I realize my blog is only adding the billionth exact duplicate of each of these photos—and poor iPad versions at that—but really, there’s nothing else one can do with one’s amazement as the queue moves from velvet rope to velvet rope through the house.  Not shown above are the TV lounge, the music lounge, the squash court, the green-carpeted stairs, and of course the grounds that include the family gravesite in a pillared peristyle with a pool and a statue of Jesus whose pedestal says “PRESLEY.”  Whether one’s tongue is in or out of one’s cheek, one has to click.


Indeed, there was a fine line between the overt absurdities of the young millionaire’s indulged whims, and the subtler nonsense afloat in the zeitgeist from which he picked.  Some rooms in the house were done quite “straight”—by 1950s standards.  The wood paneling, the carpeted stairs, the preponderance of mirrors, the china figurines on glass—in such things Elvis is reflected less as the creative force, more the victim equally with his culture of a runaway prototype domestic industrialism.

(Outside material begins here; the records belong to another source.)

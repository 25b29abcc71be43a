"""The main job: hand theory and finite elements of every load case, compared at every station."""

from __future__ import annotations

import math
from dataclasses import dataclass
from importlib.metadata import version

import numpy as np

from intrados.compare import verdict
from intrados.compare.conclusion import governing, notes, peak
from intrados.compare.job import Job
from intrados.compare.results import (
    Along,
    CaseResult,
    Displacement,
    Fibre,
    FibreCurve,
    Field,
    Level,
    LoadMark,
    MeshSummary,
    Profile,
    Resultants,
    Results,
    SectionSummary,
    StationResult,
)
from intrados.compare.zone import Place, place
from intrados.fem.accuracy import FACES, FAINT, Refined, refine
from intrados.fem.cut import along, forces_beyond, hoop_profile, mean_motion, stresses
from intrados.fem.fibre import pressed
from intrados.fem.membrane import Elastic
from intrados.theory import strain_energy, winkler
from intrados.theory.load import EndLoad, Face
from intrados.theory.member import Arc
from intrados.theory.section import Array
from intrados.theory.spread import BodySpread, FaceSpread, face_points
from intrados.theory.statics import Loading, end_place

_PROFILE_POINTS = 41
_SAMPLES = np.linspace(0.0, 1.0, 5)
_PER_ELEMENT = 4


@dataclass(frozen=True)
class Checked:
    """A check's results, and the solved mesh they were read from (for the field file)."""

    results: Results
    solved: Refined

What I found missing from Graceland was the artist’s art.  Of course Elvis songs play constantly in the background in the theme park, and over the tour-pad headphones whenever I checked, and I ate my meatloaf lunch in the “Vernon’s Smokehouse” cafeteria to the tune of “You Ain’t Nothin’ But a Hound Dog,” “Don’t Be Cruel,” “Jailhouse Rock,” etc. on the sound system, but that’s not exactly the same thing.  The mansion has several pianos, but no writing room or sound studio; the museum hall downstairs has framed invoices from the house’s remodelling but no penciled lyric sheets or handdrawn musical notations.  Whatever came out of this young man that changed the world—and something surely did—America chooses to recognize it only in its effects, only in its remunerative capacity.  Only in its mirrors.

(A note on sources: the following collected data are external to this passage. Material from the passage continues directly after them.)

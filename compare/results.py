"""The results of a check: the one object that tables, figures and results.json are made from.

All numbers are in the job's unit set (length, force, stress; moments in force x length), angles in
degrees. ``None`` means "has no value here" and becomes null in results.json. The first of ``cases`` is the
one written at the top level of results.json.
"""

from __future__ import annotations

from dataclasses import dataclass
from typing import Literal

from intrados.compare.units import Units

Verdict = Literal["holds", "low", "high", "unloaded", "not comparable"]
Zone = Literal["theory", "thick", "width", "introduction", "joint", "support"]
FibreName = Literal["inner", "outer"]
End = Literal["clamped", "free"]
Numbers = tuple[float, ...]
Grid = tuple[Numbers, ...]


@dataclass(frozen=True)
class Resultants:
    """Normal force N (tension > 0), shear force V and moment M (> 0 straightens) about the centroid."""

    N: float
    V: float
    M: float


@dataclass(frozen=True)
class Budget:
    """What each assumption of the hand theory costs (stress); the terms add up to best - hand.

    ``thick``: ideal plane-stress bar less hand theory. ``width``: exact three-dimensional bar less ideal bar.
    ``introduction``: plane-stress FE of the whole member less ideal bar.
    """

    thick: float
    width: float
    introduction: float


@dataclass(frozen=True)
class Fibre:
    """Hoop stress at one face of a station: hand theory, straight-beam formula, ideal bar, FE, and the comparison.

    ``best`` = fe + budget.width; ``uncertainty`` is absolute (stress) and belongs to it. ``difference`` is
    (hand - best)/ref of the design. ``place`` says where over the face's width the three-dimensional bar has
    its largest hoop stress (None on a straight). ``von_mises`` is that of best with the stress across the face.
    """

    hand: float
    straight: float
    ideal: float
    fe: float
    uncertainty: float
    best: float
    difference: float | None
    verdict: Verdict
    von_mises: float
    place: str | None
    budget: Budget


@dataclass(frozen=True)
class Radial:
    """The radial stress of largest magnitude over the depth, > 0 tension: hand, ideal, FE; ``depth``: where FE has it.

    ``depth`` is measured from the inner face (length).
    """

    hand: float
    ideal: float
    fe: float
    depth: float


@dataclass(frozen=True)
class Transverse:
    """Stress across the inner and outer face where its hoop stress is largest, from the three-dimensional bar."""

    inner: float
    outer: float


@dataclass(frozen=True)
class Profile:
    """Hoop stress over the depth, 41 points from the inner face to the outer; y from the centroid, > 0 inward."""

    y: Numbers
    hand: Numbers
    ideal: Numbers
    fe: Numbers


@dataclass(frozen=True)
class StationResult:
    """One station of the member. ``piece`` counts from 1; exactly one of ``angle`` and ``distance`` is set."""

    name: str
    piece: int
    angle: float | None
    distance: float | None
    s: float
    x: float
    y: float
    R: float | None
    depth: float
    curvature_ratio: float | None
    N: float
    V: float
    M: float
    fe: Resultants
    rn: float | None
    e: float | None
    area: float
    inner: Fibre
    outer: Fibre
    zone: Zone | None
    distance_to_load: float | None
    radial: Radial | None
    transverse: Transverse | None
    utilisation: float | None
    profile: Profile


@dataclass(frozen=True)
class Governing:
    """The comparable fibre with the largest stress, and the sentence an engineer should conclude (``why``)."""

    station: str
    fibre: FibreName
    hand: float
    best: float
    uncertainty: float
    difference: float | None
    verdict: Verdict
    why: str
    utilisation: float | None


@dataclass(frozen=True)
class Peak:
    """The largest FE fibre stress anywhere outside load introduction and support, stations or not."""

    fibre: FibreName
    piece: int
    angle: float | None
    distance: float | None
    s: float
    stress: float
    uncertainty: float
    hand: float


@dataclass(frozen=True)
class Displacement:
    """Displacement (x, y components) of the section at a load or a free end: FE beside strain energy."""

    at: str
    x: float
    y: float
    fe: tuple[float, float]
    energy: tuple[float, float]


@dataclass(frozen=True)
class FibreCurve:
    """Fibre stress along one face, sampled at the ``s`` of its Along; ``uncertainty`` is absolute."""

    hand: Numbers
    fe: Numbers
    uncertainty: Numbers


@dataclass(frozen=True)
class Along:
    """Fibre stress along the member. A joint is sampled on both sides (two entries at one s, two pieces).

    ``share`` (0 to 1) goes along the datum line of each piece.
    """

    s: Numbers
    piece: tuple[int, ...]
    share: Numbers
    comparable: tuple[bool, ...]
    inner: FibreCurve
    outer: FibreCurve


@dataclass(frozen=True)
class Field:
    """Hoop stress over the member on a grid: first index along it, second across it.

    Across it goes from the inner face to the outer.

    Every ``per_element``-th line of the grid, starting with the first, is a line of the mesh.
    Between pieces the joint line is given twice, once for either piece (``piece`` of each line tells which).
    """

    per_element: int
    piece: tuple[int, ...]
    x: Grid
    y: Grid
    hoop: Grid


@dataclass(frozen=True)
class SectionField:
    """Hoop stress over half the section (z >= 0) of the governing station, from the three-dimensional bar.

    ``x`` from the inner face, ``z`` from the plane of bending (length); ``triangles`` index them. ``plane_x`` and
    ``plane_hoop``: what plane stress of the same bar has at a depth, over the whole width.
    """

    station: str
    x: Numbers
    z: Numbers
    triangles: tuple[tuple[int, int, int], ...]
    hoop: Numbers
    plane_x: Numbers
    plane_hoop: Numbers


@dataclass(frozen=True)
class LoadMark:
    """A load as the drawing shows it: where its resultant acts, and the part of the member it enters over.

    ``enters``: "patch", "bearing", "body" (spread over the depth) or "end". ``s_from`` and ``s_to`` bound it along the
    centroid line (equal for an end load); ``line`` is the stretch of face (or centroid line) it is spread over.
    """

    name: str
    enters: str
    x: float
    y: float
    force: tuple[float, float]
    moment: float
    s_from: float
    s_to: float
    line: tuple[tuple[float, float], ...]


@dataclass(frozen=True)
class CaseResult:
    """All that depends on the load case.

    The residuals compare N, V, M of the FE (from nodal forces) with statics on the stations' cuts: the largest
    difference as a share of the largest force, and of the largest moment.
    """

    name: str
    governing: Governing | None
    peak: Peak | None
    stations: tuple[StationResult, ...]
    displacements: tuple[Displacement, ...]
    force_residual: float
    moment_residual: float
    loads: tuple[LoadMark, ...]
    along: Along
    field: Field
    section_field: SectionField | None


@dataclass(frozen=True)
class SectionSummary:
    """A named section; ``centroid`` is measured from the inner face."""

    area: float
    centroid: float
    inertia: float
    depth: float


@dataclass(frozen=True)
class Level:
    """One solution of the p-pair ladder: degree, elements along and across, and what it left uncertain.

    ``worst`` is the largest uncertainty over all compared fibres, as a share of the station's larger stress
    (None for the first solution, which has nothing to be compared with).
    """

    degree: int
    cells: int
    dofs: int
    worst: float | None


@dataclass(frozen=True)
class MeshSummary:
    """The final mesh, and the solutions that led to it."""

    cells: int
    dofs: int
    levels: tuple[Level, ...]


@dataclass(frozen=True)
class Results:
    """A whole check. ``notes`` are what the reader must know before any number, most important first.

    ``ends``: how the member is held at its start and its end.
    ``missed`` names the stations (with their case) whose uncertainty did not reach the numerical target.
    """

    version: str
    title: str
    sha256: str
    unit_set: str
    units: Units
    band: float
    numerical: float
    yield_stress: float | None
    notes: tuple[str, ...]
    ends: tuple[End, End]
    sections: dict[str, SectionSummary]
    mesh: MeshSummary
    missed: tuple[str, ...]
    cases: tuple[CaseResult, ...]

I had been routed at last to the gift shop when the skies opened up and a severe downpour came slashing across the theme park.  The parkinglot was a long walk away and the rain wasn’t letting up.  So I spent my last half-hour at Graceland trapped in the mecca of merchandise, eating a $5.00 ice-cream cone from the Elvis-themed sweet shop and humming helplessly along with Elvis tunes.  Eventually I ran for the parkinglot anyway, where my Miata was ankle-deep in a good old Tennessee puddle.